Two more quick comments before I move onto a different topic. Firstly, as mentioned above, there are other ways of calling the `leveneTest()`

function. Although the vast majority of situations that call for a Levene test involve checking the assumptions of an ANOVA (in which case you probably have a variable like `my.anova`

lying around), sometimes you might find yourself wanting to specify the variables directly. Two different ways that you can do this are shown below:

**leveneTest**(y = mood.gain ~ drug, data = clin.trial) *# y is a formula in this case*
**leveneTest**(y = clin.trial$mood.gain, group = clin.trial$drug) *# y is the outcome *

Secondly, I did mention that it’s possible to run a Levene test just using the `aov()`

function.
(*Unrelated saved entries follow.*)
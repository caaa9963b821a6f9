import { useId, type ComponentProps, type ReactNode } from 'react';
import { fieldSentence } from '../../lib/form-errors';
import { cx } from './cx';

const CONTROL =
  'block w-full rounded-md border border-rule-strong bg-sheet px-3 text-ink placeholder:text-muted ' +
  'aria-[invalid=true]:border-line-deep aria-[invalid=true]:border-2';

function describedBy(...ids: unknown[]): string | undefined {
  const list = ids.filter((id): id is string => typeof id === 'string' && id !== '').join(' ');
  return list || undefined;
}

function FieldMessage({ id, label, error }: { id: string; label: string; error?: string }) {
  const sentence = fieldSentence(label, error);
  if (!sentence) return null;
  return (
    <p id={id} className="mt-1 flex items-start gap-1.5 text-sm font-semibold text-line-deep">
      <span aria-hidden="true">▲</span>
      <span>{sentence}</span>
    </p>
  );
}

interface FieldFrameProps {
  label: string;
  hint?: ReactNode;
  error?: string;
  /** Large targets for the athlete's and guardian's phone screens. */
  large?: boolean;
}

interface ControlA11y {
  id: string;
  'aria-invalid': true | undefined;
  'aria-describedby': string | undefined;
}

/** Label, hint and error around one control, with the ids that tie them together for screen readers. */
function FieldFrame({
  label,
  hint,
  error,
  className,
  id,
  children,
}: FieldFrameProps & { className?: string; id?: string; children: (a11y: ControlA11y) => ReactNode }) {
  const autoId = useId();
  const controlId = id ?? autoId;
  const hintId = `${controlId}-hint`;
  const errorId = `${controlId}-error`;
  return (
    <div className={className}>
      <label htmlFor={controlId} className="block text-sm font-semibold">
        {label}
      </label>
      {hint && (
        <p id={hintId} className="text-sm text-muted">
          {hint}
        </p>
      )}
      {children({
        id: controlId,
        'aria-invalid': error ? true : undefined,
        'aria-describedby': describedBy(hint && hintId, error && errorId),
      })}
      <FieldMessage id={errorId} label={label} error={error} />
    </div>
  );
}

export type TextFieldProps = ComponentProps<'input'> & FieldFrameProps;

export function TextField({ label, hint, error, large, className, id, ...input }: TextFieldProps) {
  return (
    <FieldFrame label={label} hint={hint} error={error} className={className} id={id}>
      {(a11y) => (
        <input {...a11y} className={cx(CONTROL, 'mt-1', large ? 'min-h-12 text-base' : 'min-h-10 text-sm', 'tabular-nums')} {...input} />
      )}
    </FieldFrame>
  );
}

export type SelectFieldProps = ComponentProps<'select'> & FieldFrameProps;

export function SelectField({ label, hint, error, large, className, id, children, ...select }: SelectFieldProps) {
  return (
    <FieldFrame label={label} hint={hint} error={error} className={className} id={id}>
      {(a11y) => (
        <select {...a11y} className={cx(CONTROL, 'mt-1', large ? 'min-h-12 text-base' : 'min-h-10 text-sm')} {...select}>
          {children}
        </select>
      )}
    </FieldFrame>
  );
}

export type TextAreaFieldProps = ComponentProps<'textarea'> & FieldFrameProps;

/** Free text, e.g. notes. The hint sits between label and box, so who will read it is said up front. */
export function TextAreaField({ label, hint, error, large, className, id, rows = 3, ...textarea }: TextAreaFieldProps) {
  return (
    <FieldFrame label={label} hint={hint} error={error} className={className} id={id}>
      {(a11y) => <textarea {...a11y} rows={rows} className={cx(CONTROL, 'mt-1 py-2', large ? 'text-base' : 'text-sm')} {...textarea} />}
    </FieldFrame>
  );
}

export interface ChoiceOption<V extends string> {
  value: V;
  label: string;
  hint?: string;
}

interface ChoiceGroupBase<V extends string> {
  legend: string;
  options: readonly ChoiceOption<V>[];
  error?: string;
  hint?: ReactNode;
  name: string;
  large?: boolean;
  className?: string;
  disabled?: boolean;
  onBlur?: () => void;
}

type CheckboxGroupProps<V extends string> = ChoiceGroupBase<V> & { value: readonly V[]; onChange: (next: V[]) => void };
type RadioGroupProps<V extends string> = ChoiceGroupBase<V> & { value: V | undefined; onChange: (next: V) => void };

/** Several independent choices (tick boxes, `multiple`) or one choice out of a few (radio buttons). */
export type ChoiceGroupProps<V extends string> = (CheckboxGroupProps<V> & { multiple: true }) | (RadioGroupProps<V> & { multiple?: false });

const CHOICE_ROW = 'flex items-start gap-2 rounded-md py-1.5';
const CHOICE_INPUT = 'mt-0.5 size-5 shrink-0 accent-ink';

/**
 * A fieldset of tick boxes or radio buttons, controlled (pair with react-hook-form's Controller).
 * The legend names the group and the hint describes it. An error marks every input invalid and
 * describes each by the message, so it is read out on whichever input has focus (WCAG 2.2 success
 * criterion 3.3.1 Error Identification, with techniques ARIA21 aria-invalid and ARIA1 aria-describedby).
 */
export function ChoiceGroup<V extends string>(props: ChoiceGroupProps<V>) {
  const { legend, options, error, hint, name, large, className, disabled, onBlur } = props;
  const baseId = useId();
  const hintId = `${baseId}-hint`;
  const errorId = `${baseId}-error`;
  const isChecked = (option: V) => (props.multiple ? props.value.includes(option) : props.value === option);
  function choose(option: V, checked: boolean) {
    if (props.multiple) {
      const current = props.value;
      props.onChange(options.map((o) => o.value).filter((v) => (v === option ? checked : current.includes(v))));
    } else {
      props.onChange(option);
    }
  }
  return (
    <fieldset className={cx('min-w-0', className)} aria-describedby={describedBy(hint && hintId)}>
      <legend className="text-sm font-semibold">{legend}</legend>
      {hint && (
        <p id={hintId} className="text-sm text-muted">
          {hint}
        </p>
      )}
      <div className="mt-1 flex flex-wrap gap-x-5 gap-y-1">
        {options.map((option) => {
          const id = `${baseId}-${option.value}`;
          return (
            <div key={option.value} className={cx(CHOICE_ROW, large && 'min-h-12 items-center')}>
              <input
                id={id}
                type={props.multiple ? 'checkbox' : 'radio'}
                name={name}
                value={option.value}
                checked={isChecked(option.value)}
                onChange={(e) => choose(option.value, e.target.checked)}
                onBlur={onBlur}
                disabled={disabled}
                aria-invalid={error ? true : undefined}
                aria-describedby={describedBy(error && errorId)}
                className={CHOICE_INPUT}
              />
              <label htmlFor={id} className="text-sm">
                {option.label}
                {option.hint && <span className="block text-muted">{option.hint}</span>}
              </label>
            </div>
          );
        })}
      </div>
      <FieldMessage id={errorId} label={legend} error={error} />
    </fieldset>
  );
}

/** Several independent choices, e.g. a person's roles. */
export function CheckboxGroup<V extends string>(props: CheckboxGroupProps<V>) {
  return <ChoiceGroup {...props} multiple />;
}

/** One choice out of a few, e.g. kg or lb. */
export function RadioGroup<V extends string>(props: RadioGroupProps<V>) {
  return <ChoiceGroup {...props} multiple={false} />;
}
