import { Button } from './Button';

function size(bytes: number): string {
  if (bytes >= 1024 * 1024) return `${(bytes / (1024 * 1024)).toFixed(1)} MB`;
  return `${Math.max(1, Math.round(bytes / 1024))} kB`;
}

/**
 * How far an upload has got, as a bar with the percentage and bytes beside it, and a way to stop it.
 * At 100% the bytes are sent but the server is still checking and storing them, and it says so.
 */
export function UploadProgressBar({
  label,
  percent,
  loaded,
  total,
  onCancel,
}: {
  label: string;
  percent: number;
  loaded: number;
  total: number;
  onCancel?: () => void;
}) {
  const sent = percent >= 100;
  return (
    <div className="rounded-md border border-rule bg-sheet p-3 text-sm">
      <div className="flex flex-wrap items-center gap-3">
        <div
          role="progressbar"
          aria-label={label}
          aria-valuemin={0}
          aria-valuemax={100}
          aria-valuenow={percent}
          aria-valuetext={`${percent}%`}
          className="relative h-3 min-w-32 flex-1 overflow-hidden rounded-sm bg-shade"
        >
          <div className="absolute inset-y-0 left-0 bg-ink-2 transition-[width]" style={{ width: `${percent}%` }} />
        </div>
        <span className="w-12 shrink-0 text-right font-semibold tabular-nums">{percent}%</span>
        {onCancel && !sent && (
          <Button variant="secondary" size="sm" onClick={onCancel}>
            Cancel upload
          </Button>
        )}
      </div>
      <p className="mt-1 text-muted tabular-nums" aria-live="polite">
        {sent ? 'Sent. Checking and storing the file…' : `${size(loaded)} of ${size(total)} sent`}
      </p>
    </div>
  );
}
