import type { FileUpload } from '../../lib/use-file-upload';
import { isAbort } from '../../lib/upload';
import { Button } from './Button';
import { TextField, type TextFieldProps } from './Field';
import { ErrorNotice, Notice } from './Notice';
import { UploadProgressBar } from './UploadProgressBar';

/** Above an upload form: a cancelled upload is not an error (nothing was saved, nothing was lost). */
export function UploadOutcome({ error, failedTitle }: { error: unknown; failedTitle: string }) {
  return isAbort(error) ? (
    <Notice tone="info" role="status" title="Upload cancelled">
      <p>Nothing was saved. The form is as you left it.</p>
    </Notice>
  ) : (
    <ErrorNotice error={error} title={failedTitle} />
  );
}

/** Below an upload form: the progress while it uploads (with its cancel), then send and close. */
export function UploadFormFooter({
  upload: { progress, busy, cancel },
  progressLabel,
  submitLabel,
  large,
  onClose,
}: {
  upload: FileUpload;
  progressLabel: string;
  submitLabel: string;
  large?: boolean;
  onClose?: () => void;
}) {
  return (
    <>
      {progress && <UploadProgressBar label={progressLabel} {...progress} onCancel={cancel} />}
      <div className="flex flex-wrap gap-2">
        <Button type="submit" busy={busy} size={large ? 'lg' : 'md'}>
          {submitLabel}
        </Button>
        {onClose && (
          <Button variant="secondary" size={large ? 'lg' : 'md'} disabled={busy} onClick={onClose}>
            Close
          </Button>
        )}
      </div>
    </>
  );
}

/** The file picker of an upload form. */
export function FileField(props: Omit<TextFieldProps, 'type'>) {
  // The shared field frame styles text boxes; a file picker also needs room above and below its button.
  return <TextField type="file" style={{ paddingBlock: '0.5rem' }} {...props} />;
}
I don’t want to waste a lot of space on this, but just in case some readers are interested in seeing how this is done, here’s the code that creates the new variables and runs an ANOVA. If you are interested, feel free to run this to verify that it produces the same answers as the Levene test (i.e., with `center = mean`

):

`Y <- clin.trial $ mood.gain `*# the original outcome variable, Y*
G <- clin.trial $ drug *# the grouping variable, G*
gp.mean <- **tapply**(Y, G, mean) *# calculate group means*
Ybar <- gp.mean[G] *# group mean associated with each obs*
Z <- **abs**(Y - Ybar) *# the transformed variable, Z*
**summary**( **aov**(Z ~ G) ) *# run the ANOVA *

```
## Df Sum Sq Mean Sq F value Pr(>F)
## G 2 0.0616 0.03080 1.45 0.266
## Residuals 15 0.3187 0.02125
```

That said, I don’t imagine that many people will care about this. Nevertheless, it’s nice to know that you could do it this way if you wanted to. And for those of you who do try it, I think it helps to demystify the test a little bit when you can see – with your own eyes – the way in which Levene’s test relates to ANOVA.